In order to enable a global ranking of your submissions, we decided to use a simpler metric than the one we use internally and initially planned to use for the competition (detection and recall measures for segmentation and detection). The evaluation process will be greatly simplified and avoid having to optimize rejection rates.
It works as follows.
0/ For each frame of each video of the test set, our ground-truth contains the exact coordinate of each corner of the page object to segment. Each frame contains such page object: your methods should return 4 coordinates for each frame.

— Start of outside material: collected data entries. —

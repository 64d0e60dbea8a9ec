import type { Metadata } from "next";
import Link from "next/link";

import { ConformanceResultTable } from "@/components/conformance/result-table";
import { ConformanceUploadForm } from "@/components/conformance/upload-form";
import { CurveChart } from "@/components/records/curve-chart";
import { RevisionCrumb } from "@/components/scenarios/revision-crumb";
import { Cautions } from "@/components/loading-desk/cautions";
import { can } from "@/lib/shared/permissions";
import { conformanceTraces } from "@/lib/server/handoff/conformance/curves";
import {
  listConformanceChecks,
  loadConformanceCheck,
} from "@/lib/server/handoff/conformance/service";
import { orNotFoundOrBusy } from "@/lib/server/access/or-not-found";
import { loadRevisionPage } from "@/lib/server/access/revision-page";
import { parseScenarioFileOrThrow } from "@/lib/server/workspace/parse";

export const metadata: Metadata = { title: "Conformance check" };

type Params = { team: string; id: string; number: string };

export default async function ConformancePage({
  params,
  searchParams,
}: {
  params: Promise<Params>;
  searchParams: Promise<{ check?: string }>;
}) {
  const { team, id, number } = await params;
  const { check } = await searchParams;
  const { ctx, db, scenario, revision, scenarioUrl, base } = await loadRevisionPage({
    team,
    id,
    number,
  });
  const ref = { teamSlug: team, scenarioId: id, number };
  const setIds = parseScenarioFileOrThrow(revision.file).parameterSets.map((s) => s.id);
  const { items } = await listConformanceChecks(db, ctx.actor, ref);
  const loaded = check
    ? await orNotFoundOrBusy(loadConformanceCheck(db, ctx.actor, ref, check))
    : null;
  const shown = loaded?.ok ? loaded.value : null;
  const traces = shown
    ? conformanceTraces(
        shown.curves.history,
        shown.curves.columns,
        shown.curves.rowOf,
        shown.result.quantities.map((q) => q.quantity),
      )
    : null;
  return (
    <div className="space-y-6">
      <RevisionCrumb
        scenarioName={scenario.name}
        scenarioUrl={scenarioUrl}
        number={revision.number}
      />
      <h1 className="font-display text-2xl font-semibold">Conformance check</h1>
      <p className="text-sm text-ink-soft">
        Upload the single-point history your finite-element implementation of this law wrote. Its
        strains are replayed through Craquelure&apos;s driver and every quantity is compared.
      </p>
      {can(ctx.role, "scenario:edit") ? (
        <ConformanceUploadForm
          apiUrl={`/api/v1${base}/conformance`}
          pageUrl={`${base}/conformance`}
          setIds={setIds}
        />
      ) : null}
      <table className="w-full text-sm" data-testid="conformance-checks">
        <thead className="text-left text-ink-faint">
          <tr>
            <th className="py-1">When</th>
            <th>File</th>
            <th>Set</th>
            <th>Verdict</th>
            <th>First increment beyond</th>
            <th>By</th>
          </tr>
        </thead>
        <tbody>
          {items.map((c) => (
            <tr key={c.id} className="border-t border-glaze-line">
              <td className="py-1">
                <Link
                  className="text-verdigris-dark hover:underline"
                  href={`${base}/conformance?check=${c.id}`}
                >
                  {c.createdAt.toISOString().slice(0, 16).replace("T", " ")}
                </Link>
              </td>
              <td>{c.fileName}</td>
              <td>{c.setId}</td>
              <td className={c.passed ? "text-verdigris-dark" : "text-kiln-dark"}>
                {c.passed ? "pass" : "fail"}
              </td>
              <td>{c.firstFailIncrement ?? "—"}</td>
              <td>{c.author ?? "former member"}</td>
            </tr>
          ))}
        </tbody>
      </table>
      {loaded && !loaded.ok ? (
        <p role="alert" className="text-sm text-kiln-dark" data-testid="conformance-busy">
          This check could not be replayed now: {loaded.message}
        </p>
      ) : null}
      {shown && traces ? (
        <section className="space-y-4" aria-label="Selected check">
          <h2 className="font-display text-xl font-semibold">
            {shown.row.fileName}: {shown.result.passed ? "pass" : "fail"}
          </h2>
          <ConformanceResultTable result={shown.result} />
          <a
            className="text-sm text-verdigris-dark hover:underline"
            href={`/api/v1${base}/conformance/${shown.row.id}/csv`}
          >
            Download the comparison (CSV)
          </a>
          <div className="grid gap-6 lg:grid-cols-2">
            <CurveChart
              testId="conformance-curves"
              traces={traces.stresses}
              xTitle="increment"
              yTitle="stress (MPa)"
            />
            {traces.damage.length > 0 ? (
              <CurveChart
                testId="conformance-damage"
                traces={traces.damage}
                xTitle="increment"
                yTitle="damage (–)"
              />
            ) : null}
            <CurveChart
              testId="conformance-differences"
              traces={traces.differences}
              xTitle="increment"
              yTitle="uploaded − Craquelure"
            />
          </div>
        </section>
      ) : null}
      <Cautions />
    </div>
  );
}
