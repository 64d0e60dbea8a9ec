/**
 * CSV downloads: one set with exactly the contract's columns (scenario-file.md), or all sets in
 * one file with a first column `set` naming the set of each row, then the same columns.
 */
import { resultsToCsv } from "@/lib/scenario/results-csv";
import type { ResultBuffer } from "./result-buffer";

export function setCsv(buffer: ResultBuffer): string {
  return resultsToCsv(buffer.columns, buffer.rows);
}

export function allSetsCsv(sets: { id: string; buffer: ResultBuffer }[]): string {
  let header = "";
  const parts: string[] = [];
  for (const { id, buffer } of sets) {
    const lines = setCsv(buffer).split("\n");
    header = `set,${lines[0]}`;
    for (let i = 1; i < lines.length; i++) if (lines[i]) parts.push(`${id},${lines[i]}`);
  }
  return `${header}\n${parts.join("\n")}\n`;
}
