import "server-only";

import type { Db } from "@/db/client";
import { insertMembership } from "@/db/queries/memberships";
import { insertTeam } from "@/db/queries/teams";
import type { Team } from "@/db/schema/teams";
import type { Actor } from "@/lib/server/accounts/actor";
import { isUniqueViolation } from "@/lib/server/accounts/pg-errors";
import { recordAudit } from "@/lib/server/access/audit";
import { createTeamSchema } from "@/lib/shared/validations/teams";
import { parseInput } from "@/lib/shared/validations/parse";

import { requireVerified } from "../access/team-access";
import { slugify, slugWithSuffix } from "./slug";

/** Any confirmed user may found a team and becomes its owner. */
export async function createTeam(db: Db, actor: Actor, input: unknown): Promise<Team> {
  const founder = requireVerified(actor);
  const { name } = parseInput(createTeamSchema, input);
  const base = slugify(name);
  // Try the plain slug, then a few random tails; the unique index is the arbiter.
  for (const slug of [base, slugWithSuffix(base), slugWithSuffix(base), slugWithSuffix(base)]) {
    try {
      return await db.transaction(async (tx) => {
        const team = await insertTeam(tx, { slug, name });
        await insertMembership(tx, { teamId: team.id, userId: founder.id, role: "owner" });
        await recordAudit(tx, {
          actorId: founder.id,
          teamId: team.id,
          action: "team.create",
          target: slug,
          detail: { name },
        });
        return team;
      });
    } catch (error) {
      if (!isUniqueViolation(error)) throw error;
    }
  }
  throw new Error(`could not find a free slug for ${base}`);
}
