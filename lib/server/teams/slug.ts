import "server-only";

import { randomBytes } from "node:crypto";

/** "Demo composites lab (invented)" → "demo-composites-lab-invented"; never empty. */
export function slugify(name: string): string {
  const base = name
    .normalize("NFKD")
    .replace(/[\u0300-\u036f]/g, "")
    .toLowerCase()
    .replace(/[^a-z0-9]+/g, "-")
    .replace(/^-+|-+$/g, "")
    .slice(0, 48)
    .replace(/-+$/g, "");
  return base || "team";
}

/** A short random tail for when the plain slug is taken. */
export function slugWithSuffix(base: string): string {
  return `${base}-${randomBytes(3).toString("hex")}`;
}
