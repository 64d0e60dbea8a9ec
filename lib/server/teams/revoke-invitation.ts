import "server-only";

import type { Db } from "@/db/client";
import { revokeOpenInvitation } from "@/db/queries/invitations";
import type { Actor } from "@/lib/server/accounts/actor";
import { recordAudit } from "@/lib/server/access/audit";
import { AppError } from "@/lib/shared/errors";
import { revokeInvitationSchema } from "@/lib/shared/validations/teams";
import { parseInput } from "@/lib/shared/validations/parse";

import { authorizeTeam } from "../access/team-access";

/** Withdraws an open invitation; whoever may invite may also take an invitation back. */
export async function revokeInvitation(
  db: Db,
  actor: Actor,
  input: unknown,
  now = new Date(),
): Promise<void> {
  const data = parseInput(revokeInvitationSchema, input);
  const ctx = await authorizeTeam(db, actor, data.teamSlug, "member:invite");
  await db.transaction(async (tx) => {
    // Scoped to this team, so an invitation id from another team stays out of reach.
    const email = await revokeOpenInvitation(tx, ctx.team.id, data.invitationId, now);
    if (email === null)
      throw new AppError("not-found:invitation", "That invitation is not open any more.");
    await recordAudit(tx, {
      actorId: ctx.actor.id,
      teamId: ctx.team.id,
      action: "invitation.revoke",
      target: email,
    });
  });
}
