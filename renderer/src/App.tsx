// The editor window: data and drawing controls on the left, the written chart in the middle, the
// honesty check on the right. Every change is a named action; files go through the host.
import { useCallback, useEffect, useMemo, useReducer, useRef, useState, type ReactElement } from 'react';
import { PAGE_UNIT_MM } from '../../shared-core/document';
import { isTallyError } from '../../shared-core/errors';
import { safeFileName, type HostApi, type HostCapabilities, type MenuCommand, type RecentChart } from '../../shared-core/host';
import { ACTION_NAMES, type Action } from './editor/actions';
import { documentStem, fromChartDocument, rowForProblemPath, toChartDocument, type EditorDocument, type RowProblem } from './editor/editorDocument';
import { canRedo, canUndo, createHistory, historyReducer } from './editor/history';
import { demoCharts, defaultPalette } from './demoCharts';
import { shortReason, toUiWords } from './honesty/findingWords';
import { formatFactor, formatValue } from './honesty/formatHonesty';
import { keyOfDocument, useChartRender } from './render/useChartRender';
import { isMacPlatform, shortcutCommand, shortcutLabel } from './shortcuts';
import { DataTable } from './components/DataTable';
import { DrawingPanel } from './components/DrawingPanel';
import { HonestyPanel, type HonestyState, type OneClickFix } from './components/HonestyPanel';
import { BrandMark, Icon } from './components/Icon';
import { PagePanel } from './components/PagePanel';
import { SizeOrderPanel } from './components/SizeOrderPanel';
import { TypeLabelsPanel } from './components/TypeLabelsPanel';
import { Preview } from './components/Preview';
import { PdfExportDialog } from './components/PdfExportDialog';
import { RecoveryBanner } from './components/RecoveryBanner';
import { blankDocument, isBlank } from './documents/blankChart';
import { copySvgToClipboard } from './documents/copySvg';
import { useRecovery } from './documents/useRecovery';
import { RowPickContext, type RowPick } from './preview/rowPick';
import { AuditWorkspace } from './audit/AuditWorkspace';
import { OwnGlyphsPanel } from './glyphs/OwnGlyphsPanel';
import { setOwnGlyphs } from './glyphs/ownGlyphImages';
import { IntegrityPanel } from './integrity/IntegrityPanel';

interface FileInfo {
  documentId: string | null;
  name: string;
  demoId: string | null;
}

interface Notice {
  id: number;
  text: string;
  tone: 'info' | 'error';
}

const PPI_CHOICES = [150, 300, 600];

function plural(n: number, word: string): string {
  return `${n} ${word}${n === 1 ? '' : 's'}`;
}
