def _sqlite_connect(dbapi_connection, _record) -> None:
    # Let SQLAlchemy's "begin" event emit BEGIN itself (pysqlite's own is late and deferred).
    dbapi_connection.isolation_level = None
    cursor = dbapi_connection.cursor()
    cursor.execute(f"PRAGMA busy_timeout = {BUSY_TIMEOUT_SECONDS * 1000}")
    cursor.execute("PRAGMA foreign_keys = ON")
    cursor.close()


def _sqlite_begin(conn: Connection) -> None:
    # Writers take the lock up front so that the busy timeout applies, instead of failing when a
    # read transaction tries to become a write transaction after another process wrote.
    conn.exec_driver_sql("BEGIN IMMEDIATE" if conn.get_execution_options().get("eaves_write") else "BEGIN")


def _is_sqlite_file(path: Path) -> bool:
    """Whether SQLite can read the file, asked through SQLite itself (read-only). Not through open() and
    close(): closing any descriptor of a file drops every POSIX lock this process holds on it, so the
    store's own idle connections would lose their locks and read stale pages while another process
    writes (seen: a run saved by a subprocess invisible to an open Store)."""
    import sqlite3

    try:
        probe = sqlite3.connect(f"{path.resolve().as_uri()}?mode=ro", uri=True)
    except sqlite3.Error:
        return False
    try:
        probe.execute("PRAGMA schema_version").fetchone()
        return True
    except sqlite3.DatabaseError:
        return False
    finally:
        probe.close()
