@dataclass
class Recipe:
    """Everything needed to repeat an analysis (see the module docstring for each entry).

    ``source`` is the path the recipe was loaded from (None when built in
    code); it is used in messages and to resolve a relative ``csv_path``, and
    is not part of the stored recipe.
    """

    channels: list = field(default_factory=list)
    compensation: dict = field(default_factory=lambda: dict(DEFAULT_COMPENSATION))
    transforms: dict = field(default_factory=dict)
    cleaning: dict = field(default_factory=lambda: dict(DEFAULT_CLEANING))
    engine: dict = field(default_factory=dict)
    rare: dict = field(default_factory=lambda: dict(DEFAULT_RARE))
    regions: list = field(default_factory=list)
    populations: dict = field(default_factory=dict)
    comparison: dict = field(default_factory=lambda: dict(DEFAULT_COMPARISON))
    name: str = ""
    notes: str = ""
    schema_version: int = SCHEMA_VERSION
    source: str | None = field(default=None, compare=False, repr=False)

    def to_dict(self) -> dict:
        """The stored form: a JSON-able dict (deep copy); an empty ``populations`` is left out."""
        return {k: copy.deepcopy(getattr(self, k)) for k in _FIELDS if k != "populations" or self.populations}

    @classmethod
    def from_dict(cls, d: Mapping[str, Any], source: str | os.PathLike | None = None) -> "Recipe":
        """Build a recipe from its stored form, checking keys, types and values (RecipeError)."""
        src = None if source is None else os.fspath(source)
        return cls(source=src, **_normalise(d, src))

    def engine_arguments(self) -> dict:
        """Keyword arguments for the density engine: ``engine`` with ``random_state`` defaulting to 0."""
        args = {"random_state": DEFAULT_RANDOM_STATE}
        args.update(copy.deepcopy(self.engine))
        return args

    def region_set(self) -> RegionSet:
        """The recipe's regions as a :class:`core.regions.RegionSet`."""
        try:
            return RegionSet.from_dict(self.regions)
        except RegionError as exc:
            raise RecipeError(f"{_where(self.source)}{exc}") from exc

    def csv_path_resolved(self) -> str | None:
        """``compensation.csv_path`` made absolute (relative to the recipe file's folder)."""
        p = (self.compensation or {}).get("csv_path")
        if not p:
            return None
        if os.path.isabs(p) or not self.source:
            return os.path.abspath(p)
        return os.path.join(os.path.dirname(os.path.abspath(self.source)), p)


# ---------------------------------------------------------------------------
# checking
# ---------------------------------------------------------------------------

def _where(source: str | None) -> str:
    return f"recipe {os.path.basename(source)}: " if source else "recipe: "
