def find_populations(model, values, channel_names, channel_labels=None, transforms=None,
                     settings=None, log_density=None, progress=None) -> Populations:
    """Populations of events ``values`` (n_events, n_channels; the model's channels,
    transformed) as the modes of the fitted ``model`` (see the module docstring).

    ``channel_names`` ($PnN) and ``channel_labels`` ($PnS, may hold "") per column;
    ``transforms`` {name: spec or Transform} for medians in original units;
    ``settings`` over :data:`DEFAULT_SETTINGS`; ``log_density`` (n_events,) the
    model's scores of ``values`` when already computed; ``progress(step, total,
    info)`` is called between stages (False stops: :class:`core.errors.Cancelled`).
    Deterministic for ``settings['random_state']``.
    """
    from .errors import Cancelled

    st = check_settings(settings)
    X = np.ascontiguousarray(values, dtype=np.float64)
    if X.ndim != 2 or X.shape[1] != len(channel_names):
        raise EventDataError(f"populations: values of shape {X.shape} do not match {len(channel_names)} channels")
    if not np.isfinite(X).all():
        raise EventDataError("populations: some events have missing or infinite values; pass the cleaned events")
    n, d = X.shape
    rng = np.random.default_rng(st["random_state"])
    total = 4

    def going(step, what):
        if not keep_going(progress, step, total, {"stage": what}):
            raise Cancelled("finding populations was stopped")

    going(0, "Populations: mixture components")
    mix, cols, origin = _mixture_for(model, X, st["random_state"])
    K = mix.n_components
    if origin == "model" and MODES_ON == "model":
        score = model.score_samples
    else:
        # a tree density on the per-channel map is piecewise constant: nearly every
        # cell is a local maximum, so modes and saddles are taken on the smooth
        # mixture fitted to the same events (module docstring)
        def score(Z):
            return mix.logpdf(np.ascontiguousarray(Z[:, cols]))
        log_density = None

    # a seeded subsample starts the mode search
    sub = np.arange(n) if n <= st["mode_events"] else np.sort(rng.choice(n, st["mode_events"], replace=False))
    Xs = X[sub]
    ld = np.asarray(log_density, float)[sub] if log_density is not None else score(Xs)
    R = component_posteriors(mix, Xs[:, cols])
    hard = np.argmax(R, axis=1) - 1                     # -1 background
    going(1, "Populations: modes of the density")
    scale = np.maximum(np.percentile(X, 75, axis=0) - np.percentile(X, 25, axis=0), 1e-9)
    starts, owner = [], []
    for k in range(-1, K):          # -1: the events the background holds
        idx = np.flatnonzero(hard == k)
        if idx.size == 0:
            continue
        for i in _spread_starts(Xs[idx] / scale, ld[idx], st["starts_per_component"], rng):
            starts.append(idx[i])
            owner.append(k)
    if not starts:
        raise EventDataError("populations: no event belongs to any mixture component")
    starts = np.asarray(starts)
    owner = np.asarray(owner)
    ends, peaks = _hill_climb(score, Xs[starts], ld[starts], scale)
    # climbs that ended at the same place found the same mode
    node = _same_place(ends / scale, peaks)
    n_nodes = int(node.max()) + 1
    top = np.array([np.flatnonzero(node == q)[np.argmax(peaks[node == q])] for q in range(n_nodes)])
    modes, node_peaks = ends[top], peaks[top]
    going(2, "Populations: saddles between modes")
    edges = _saddles(score, modes, st["segment_points"], scale, bend_steps=BEND_STEPS)
    # runt size: events of each mode's basin, sorted by log density
    ev_node = _node_of_events(Xs / scale, hard, starts, owner, node)
    by_node = [np.sort(ld[ev_node == q]) for q in range(n_nodes)]

    def above(nodes, level):
        return sum(int(by_node[q].size - np.searchsorted(by_node[q], level, side="right")) for q in nodes)

    min_ev = st["min_events"] * Xs.shape[0] / n      # in the subsample's events
    node_group = _merge(node_peaks, edges, st["merge_ratio"], above, min_ev)
    start_pop = node_group[node]
    n_pop = int(node_group.max()) + 1
    # each component goes to the population its starts reached; a component whose
    # starts reached several populations is split into the basins of its starts
    groups = np.full(K, -1, dtype=np.int64)
    split: dict = {}
    comp_pops = set(start_pop[owner >= 0].tolist())
    bg = owner < 0
    bg_only = [int(q) if q not in comp_pops else -1 for q in start_pop[bg]]
    if any(q >= 0 for q in bg_only):
        # hills reached only from the background's events: populations the mixture has no component for
        split["background"] = {"starts": Xs[starts[bg]].tolist(), "populations": bg_only}
    for k in np.unique(owner[owner >= 0]):
        sel = owner == k
        pops_k = np.unique(start_pop[sel])
        groups[k] = np.bincount(start_pop[sel]).argmax()
        if pops_k.size > 1:
            split[str(int(k))] = {"starts": Xs[starts[sel]].tolist(), "populations": start_pop[sel].tolist()}
    if (groups < 0).any():
        # components holding no event join the population of the component they overlap most
        Pk = R[:, 1:]
        has = np.flatnonzero(groups >= 0)
        for k in np.flatnonzero(groups < 0):
            i = int(np.argmax(Pk[:, k]))
            groups[k] = groups[has[np.argmax(Pk[i, has])]]
    pop_modes, pop_peaks = [], []
    for p in range(n_pop):
        members = np.flatnonzero(node_group == p)
        best = members[np.argmax(node_peaks[members])]
        pop_modes.append(modes[best])
        pop_peaks.append(float(node_peaks[best]))
    definition = PopulationDefinition(channels=list(channel_names), columns=[int(c) for c in cols],
                                      mixture=_mixture_dict(mix), groups=[int(g) for g in groups],
                                      modes=[[float(v) for v in m] for m in pop_modes],
                                      names=[""] * n_pop, split=split, scale=[float(v) for v in scale])
    definition._mix = mix
    going(3, "Populations: assigning events")
    labels = assign_populations(definition, X)
    table = population_table(X, labels, definition, channel_names, channel_labels, transforms, st)
    for r in table:
        definition.names[r["id"]] = r["profile"]
    going(4, "Populations: done")
    return Populations(labels=labels, table=table, definition=definition,
                       info={"components": K, "components_with_events": int(np.unique(owner[owner >= 0]).size),
                             "mixture": origin, "starts": int(starts.size), "modes": n_nodes,
                             "mode_events": np.bincount(ev_node, minlength=n_nodes).tolist(),
                             "mode_peaks": node_peaks.tolist(),
                             "split_components": len(split),
                             "peaks": pop_peaks, "settings": st})
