"""One recipe over a folder of FCS files: ``boscage batch``.

Command line (the ``boscage`` launcher delegates ``batch`` here without Qt)::

    boscage batch INPUT_DIR --out OUT_DIR [--recipe R.json] [--control FILE] [--csv]
                  [--workers N] [--scheduler ADDRESS] [--force]

Every ``*.fcs`` file directly in INPUT_DIR (sorted by name, case-insensitive
extension) goes through the same recipe -- the given one, or the default recipe
of the first readable file (:func:`core.recipe.default_recipe`).  For each file
:func:`core.analysis.analyse` fits the density, flags rare events and evaluates
the recipe's regions; then, in ``OUT_DIR/<file stem>/`` (see :func:`output_folder_names`):

* ``<stem> rare.fcs`` -- the rare events, and ``<stem> region <name>.fcs`` per
  region: the ORIGINAL raw values plus added parameters ``log density``,
  ``rarity percentile``, ``cleaning flag`` (0 kept, 1 saturated, 2 non-finite, 3 floor pile, 4 ceiling pile;
  removed events carry log density 0 and rarity -1 since FCS float data should
  hold no NaN), and with a control ``contrast score``/``enriched``
  (:func:`core.export.export_events_fcs`, with provenance keywords);
  with ``--control`` every file is contrasted with the control
  (:mod:`core.contrast`) and ``<stem> enriched.fcs`` holds the events new
  against it (columns ``contrast score``, ``contrast p``, ``contrast q``;
  keywords naming the control, the false discovery rate and any shift
  warning: :func:`export_enriched`), with ``--csv`` also as CSV;
* ``<stem> rare population <number>.fcs`` -- the events of each rare population
  (:mod:`core.populations`), with the added ``population`` column (population
  numbers as the app shows them: id + 1; 0 for none);
* ``done.json`` -- the file's summary row, the recipe digest (extended by the
  contents of a spillover CSV the recipe names: :func:`inputs_digest`) and the
  input file's size and modification time (and the control file's path, size
  and modification time): a re-run skips files whose marker matches (unless
  ``--force``); changed inputs, recipes, spillover CSVs or controls are redone.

1/ Using the object size and its coordinates in each frame, we start by transforming the coordinate of your results S and of the ground-truth G to undo the perspective transform and obtain the corrected quadrangles S’ and G’. By applying such transform we make all the evaluation measures comparable within the document referential.
2/ For each frame f, we will compute the Jaccard index (JI) as follows to measure the similarity between the set G’ of expected pixels in the ground truth and the set S’ of the segmentation result returned by your method:
JI(f) = area(intersection(G’, S’)) / area(union(G’, S’))
S’ will be considered empty if you reject a frame, giving the worst possible score (0) to it. Hence, your method should not reject frames.
3/ The overall score for each method will be the average of the frame score, for all frames in the dataset.
For further study and comparison, we may use precision and recall metrics, detection rates and others in addition to the global evaluation.